The record discloses to the contrary that Jaques was under a formal order to appear on October 25, and the fact that the District Court orally continued trial until October 26 to accommodate Jaques’ schedule did not somehow make the order to appear on October 26 insufficiently formal and clear. Moreover, statements by Jaques and his associates belie any contention that he did not feel bound by a formal order to appear. In producing his “medical” excuse at the show cause hearing, Jaques stated that “I was in Baltimore trying a lawsuit and on Tuesday, before we were to be here, closing arguments finished up. I had nothing else and I had every intention to come here.” (Emphasis supplied). In proceedings before the court on October 26, Swick-le explained that settlement negotiations would be furthered if Jaques could speak to the client because “Mr. Jaques was handling the case.” Finally, the court was told by Judge Howard on October 26 that “Mr. Jaques had represented to Judge Howard that he had to be in Cleveland this morning.” The evidence clearly supports the District Court’s finding that Jaques violated an order to appear of which he was well aware.3
Accordingly, the judgment of the District Court is affirmed.
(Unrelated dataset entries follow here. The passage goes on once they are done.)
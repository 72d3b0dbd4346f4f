"""The reorder-point policy a coordinator runs by hand today, as the yardstick.

Limestone: each day, for each lane from the cheapest delivered cost up, look at the
projected level on the day an order placed today would arrive; if it is below the
trigger (safety stock + `TRIGGER_DAYS` of the coming average use + the use until that
lane's next possible arrival, so weekends and closures are covered), book a load there
(within the lane's calendar, loads per day and monthly maximum) and look again.  Near
the end of a month, top a lane up to its monthly minimum.

Byproducts: each day ship to the buyers in order of net price, as much as the stock
above safety, the loads per day and the monthly maximum allow, on days the product
meets their limits, pacing a monthly maximum over the month's remaining open days while
the store is below the landfill mark; when the store passes `LANDFILL_MARK` of its capacity, landfill
down to the mark within the site's daily limit and airspace.

The policy is careful, not naive: it uses the same calendars, lead times, quality
limits and contracts as the optimiser.  Its triggers are common practice, no source.
"""

from __future__ import annotations

import numpy as np
import pandas as pd

from ..scenario import Scenario
from .evaluate import PRODUCTION, DailyPlan, off_spec_days
from .lanes import LANDFILL, SALE, SUPPLY, Lane, horizon_months, train_set_room

#: Days of average use kept above safety stock at the arrival of an order.
TRIGGER_DAYS = 5.0
#: Days of use averaged for the trigger.
USE_WINDOW_DAYS = 14
#: Share of a byproduct store's capacity above which the rest is landfilled.
LANDFILL_MARK = 0.75


def _forward_mean(x: np.ndarray, window: int) -> np.ndarray:
    c = np.r_[0.0, np.cumsum(x)]
    n = len(x)
    end = np.minimum(np.arange(n) + window, n)
    return (c[end] - c[np.arange(n)]) / (end - np.arange(n))


def baseline_plan(scenario: Scenario, balance: pd.DataFrame, lanes: list[Lane],
                  firm: dict[str, tuple[np.ndarray, np.ndarray]], chem=None) -> DailyPlan:
    """The reorder-point plan: loads per supply and sale lane, tonnes per landfill lane.

    With stone of several qualities (``chem``, `quality.SiloChemistry`) the limestone
    rule is `_limestone_by_quality` and the byproducts are shipped against the balance at
    the silo's replayed mix, on the days that mix meets each buyer's limits."""
    n = len(balance)
    month_index, months, _ = horizon_months(scenario.dates)
    qty = {lane.name: np.zeros(n, dtype=int if lane.load_t else float) for lane in lanes}
    booked = {}
    for name, (loads, _t) in firm.items():
        qty[name] = qty[name] + loads
        booked[name] = loads.copy()
    supply = [l for l in lanes if l.kind == SUPPLY]
    if chem is None:
        _limestone(scenario, balance, supply, qty, month_index, firm)
    else:
        _limestone_by_quality(scenario, lanes, supply, qty, month_index, chem)
        balance = chem.plan_balance(scenario, lanes, DailyPlan(qty, booked))
    for store in ("gypsum", "fly_ash", "bottom_ash"):
        if store in scenario.storage:
            _byproduct(scenario, balance, store, [l for l in lanes if l.material == store and l.kind != SUPPLY],
                       qty, month_index)
    return DailyPlan(qty, booked)


#: Points of purity [%-points] the coordinator keeps above a buyer's limit.
QUALITY_MARGIN_PCT = 0.3


def _limestone_by_quality(scenario, lanes, supply, qty, month_index, chem) -> None:
    """The reorder-point rule with stone of several qualities.

    Same triggers as `_limestone`, with the use in tonnes of stone at the silo's
    projected mix (the silo replayed with every load booked so far).  The lanes are tried
    from the cheapest delivered cost per tonne of CaCO3 up.  A lane is passed over when
    its load would bring the silo's mix, on any day from its arrival until the silo has
    turned over once (days of stock at the coming use), below the CaCO3 that keeps the
    gypsum at the purity limit (+ `QUALITY_MARGIN_PCT`) of every gypsum buyer taking
    gypsum that day.  Days no stone can save (an oxidation upset) are not counted.  When
    no lane that can deliver now keeps the mix, the coordinator waits for one, unless the
    silo would fall below safety stock (+ the use until the next arrival): then the best
    stone that can be booked is taken.
    """
    st = scenario.storage["limestone"]
    all_lanes = lanes
    n = len(chem.need)
    lanes_c = sorted(supply, key=lambda l: (l.cost_per_t + l.cost_per_load / l.load_t) / chem.lane_caco3[l.name])
    buyers = [l for l in lanes if l.kind == SALE and getattr(l.source, "min_purity_pct", None) is not None]
    best = max(chem.lane_caco3.values())
    # the lowest CaCO3 fraction the silo may hold on a day to keep every buyer taking gypsum
    c_min = np.zeros(n)
    for b in buyers:
        u_max = chem.u_max(b.source.min_purity_pct + QUALITY_MARGIN_PCT - 0.03)
        need_c = np.where(u_max > 0, 1 / np.where(u_max > 0, u_max, 1), np.inf)
        need_c = np.where(need_c > best, 0.0, need_c)  # no stone helps: not the stone's fault
        c_min = np.maximum(c_min, np.where(b.open, need_c, 0.0))
    plan = DailyPlan(qty, {})
    state = {}

    def refresh():
        r = chem.replay(lanes, plan)
        state["level"], state["use"], state["frac"] = r["level_t"], r["stone_t"], r["frac"][:, 0]
        state["trigger"] = st.safety_t + TRIGGER_DAYS * _forward_mean(r["stone_t"], USE_WINDOW_DAYS)
        state["cum"] = np.r_[0.0, np.cumsum(r["stone_t"])]

    refresh()

    def can_book(lane: Lane, day: int) -> bool:
        if day >= n or not lane.open[day] or qty[lane.name][day] >= lane.max_per_day:
            return False
        if not train_set_room(scenario, all_lanes, qty, lane, day):
            return False
        k = month_index[day]
        cap = lane.month_max_t[k]
        return np.isnan(cap) or _month_used(qty[lane.name], lane.load_t, month_index, k) + lane.load_t <= cap + 1e-6

    def cover(lane: Lane, day: int) -> float:
        later = np.flatnonzero(lane.open[day + 1:])
        nxt = day + 1 + later[0] if len(later) else n - 1
        return state["cum"][nxt + 1] - state["cum"][day + 1]

    def keeps_quality(lane: Lane, day: int) -> bool:
        turnover = int(np.ceil(state["level"][day] / max(np.mean(state["use"][day:day + 28]), 1e-9)))
        window = slice(day, min(n, day + turnover + 1))
        if not (c_min[window] > 0).any() or chem.lane_caco3[lane.name] >= c_min[window].max():
            return True
        qty[lane.name][day] += 1
        frac = chem.replay(lanes, plan)["frac"][window, 0]
        qty[lane.name][day] -= 1
        return bool((frac >= c_min[window] - 1e-9).all())

    for order_day in range(n):
        while True:
            due = [(l, order_day + l.lead_days) for l in lanes_c]
            due = [(l, d) for l, d in due if can_book(l, d) and state["level"][d] < state["trigger"][d] + cover(l, d)]
            if not due:
                break
            pick = next(((l, d) for l, d in due if keeps_quality(l, d)), None)
            if pick is None:
                # no stone that keeps the gypsum can come now: buy the best stone only if
                # the silo would otherwise fall below safety stock (+ cover), else wait
                urgent = [(l, d) for l, d in due if state["level"][d] < st.safety_t + cover(l, d)]
                if not urgent:
                    break
                pick = max(urgent, key=lambda ld: chem.lane_caco3[ld[0].name])
            lane, day = pick
            qty[lane.name][day] += 1
            refresh()
        for lane in lanes_c:
            day = order_day + lane.lead_days
            if day >= n or not lane.open[day]:
                continue
            k = month_index[day]
            later = [d for d in range(day + 1, n) if month_index[d] == k and lane.open[d]]
            if later or np.isnan(lane.month_min_t[k]):
                continue
            while (_month_used(qty[lane.name], lane.load_t, month_index, k) < lane.month_min_t[k] - 1e-6
                   and can_book(lane, day) and state["level"][day] + lane.load_t <= st.capacity_t):
                qty[lane.name][day] += 1
                refresh()


def _month_used(qty: np.ndarray, load: float, month_index: np.ndarray, k: int) -> float:
    return float(qty[month_index == k].sum() * load)


def _limestone(scenario, balance, lanes, qty, month_index, firm) -> None:
    st = scenario.storage["limestone"]
    all_lanes = lanes
    use = balance["limestone_t"].to_numpy(float)
    n = len(use)
    trigger = st.safety_t + TRIGGER_DAYS * _forward_mean(use, USE_WINDOW_DAYS)
    lanes = sorted(lanes, key=lambda l: l.cost_per_t + l.cost_per_load / l.load_t)
    firm_t = sum((t for name, (_l, t) in firm.items() if any(x.name == name for x in lanes)), np.zeros(n))
    arrivals = firm_t.copy()

    def projected(day: int) -> float:
        return st.initial_t + arrivals[: day + 1].sum() - use[: day + 1].sum()

    def can_book(lane: Lane, day: int) -> bool:
        if day >= n or not lane.open[day] or qty[lane.name][day] >= lane.max_per_day:
            return False
        if not train_set_room(scenario, all_lanes, qty, lane, day):
            return False
        k = month_index[day]
        cap = lane.month_max_t[k]
        return np.isnan(cap) or _month_used(qty[lane.name], lane.load_t, month_index, k) + lane.load_t <= cap + 1e-6

    cum_use = np.r_[0.0, np.cumsum(use)]

    def cover(lane: Lane, day: int) -> float:
        """Use from the day after an arrival to the lane's next possible arrival [t]."""
        later = np.flatnonzero(lane.open[day + 1:])
        nxt = day + 1 + later[0] if len(later) else n - 1
        return cum_use[nxt + 1] - cum_use[day + 1]

    for order_day in range(n):
        for lane in lanes:
            day = order_day + lane.lead_days
            while can_book(lane, day) and projected(day) < trigger[day] + cover(lane, day):
                qty[lane.name][day] += 1
                arrivals[day] += lane.load_t
        # top up monthly minimums at the last arrival day of the month an order can still reach
        for lane in lanes:
            day = order_day + lane.lead_days
            if day >= n or not lane.open[day]:
                continue
            k = month_index[day]
            later = [d for d in range(day + 1, n) if month_index[d] == k and lane.open[d]]
            if later or np.isnan(lane.month_min_t[k]):
                continue
            while (_month_used(qty[lane.name], lane.load_t, month_index, k) < lane.month_min_t[k] - 1e-6
                   and can_book(lane, day) and projected(day) + lane.load_t <= st.capacity_t):
                qty[lane.name][day] += 1
                arrivals[day] += lane.load_t


def _byproduct(scenario, balance, store, lanes, qty, month_index) -> None:
    st = scenario.storage[store]
    prod = balance[PRODUCTION[store]].to_numpy(float)
    sales = sorted([l for l in lanes if l.kind == SALE], key=lambda l: l.cost_per_t)
    sites = sorted([l for l in lanes if l.kind == LANDFILL], key=lambda l: l.cost_per_t)
    used_air = {l.name: 0.0 for l in sites}
    off_spec = {l.name: off_spec_days(l, balance) for l in sales}
    level = st.initial_t
    for d in range(len(prod)):
        level += prod[d]
        # firm departures already in qty
        for lane in lanes:
            if lane.kind == SALE:
                level -= qty[lane.name][d] * lane.load_t
            else:
                level -= qty[lane.name][d]
        mark = LANDFILL_MARK * st.capacity_t
        for lane in sales:
            if not lane.open[d] or off_spec[lane.name][d]:
                continue
            k = month_index[d]
            room = lane.month_max_t[k] - _month_used(qty[lane.name], lane.load_t, month_index, k)
            room = np.inf if np.isnan(room) else room
            pace = lane.max_per_day
            if np.isfinite(room) and level <= mark:
                # pace the contract over the month's remaining open days
                left_days = int(sum(1 for e in range(d, len(prod)) if month_index[e] == k and lane.open[e]))
                pace = int(np.ceil(room / lane.load_t / max(left_days, 1)))
            loads = int(min(lane.max_per_day - qty[lane.name][d], pace,
                            np.floor(max(level - st.safety_t, 0) / lane.load_t + 1e-9),
                            np.floor(max(room, 0) / lane.load_t + 1e-9)))
            if loads > 0:
                qty[lane.name][d] += loads
                level -= loads * lane.load_t
        for lane in sites:
            if level <= mark or not lane.open[d]:
                continue
            t = min(level - mark, lane.max_per_day - qty[lane.name][d], lane.airspace_t - used_air[lane.name])
            if t > 0:
                qty[lane.name][d] += t
                used_air[lane.name] += t
                level -= t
Double court costs are assessed against appellant. The Clerk is instructed to send a copy of this opinion to the President of the Michigan Bar Association and to the President of the Detroit Bar Association so that those Associations may consider disciplinary action against Jaques for his behavior.
. In pertinent part, 18 U.S.C. § 401 provides that:
A court of the United States shall have power to punish by fine or imprisonment, at its discretion, such contempt of its authority, and none other, as—
(1) Misbehavior of any person in its presence or so near thereto as to obstruct the administration of justice; ...
(3) Disobedience or resistance to its lawful writ, process, order, rule, decree, or command.
. 28 U.S.C. § 1927 provides that:
Any attorney or other person admitted to conduct cases in any court of the United States or any Territory thereof who so multiplies the proceedings in any case unreasonably and vexatiously may be required by the court to satisfy personally the excess costs, expenses, and attorneys' fees reasonably incurred because of such conduct.
. While the order to appear on October 26 was apparently not recorded by the District Court, this lack of formality does not affect the validity of the contempt proceeding, because there is sufficient evidence showing that Jaques knew of the order, and because the proceeding was civil and not criminal. In In Re Lamarre, 494 F.2d 753, 758 (6th Cir.1974), this Court held only that for an order to be enforced by criminal contempt proceedings, it must be clear and definite and actually entered upon court records.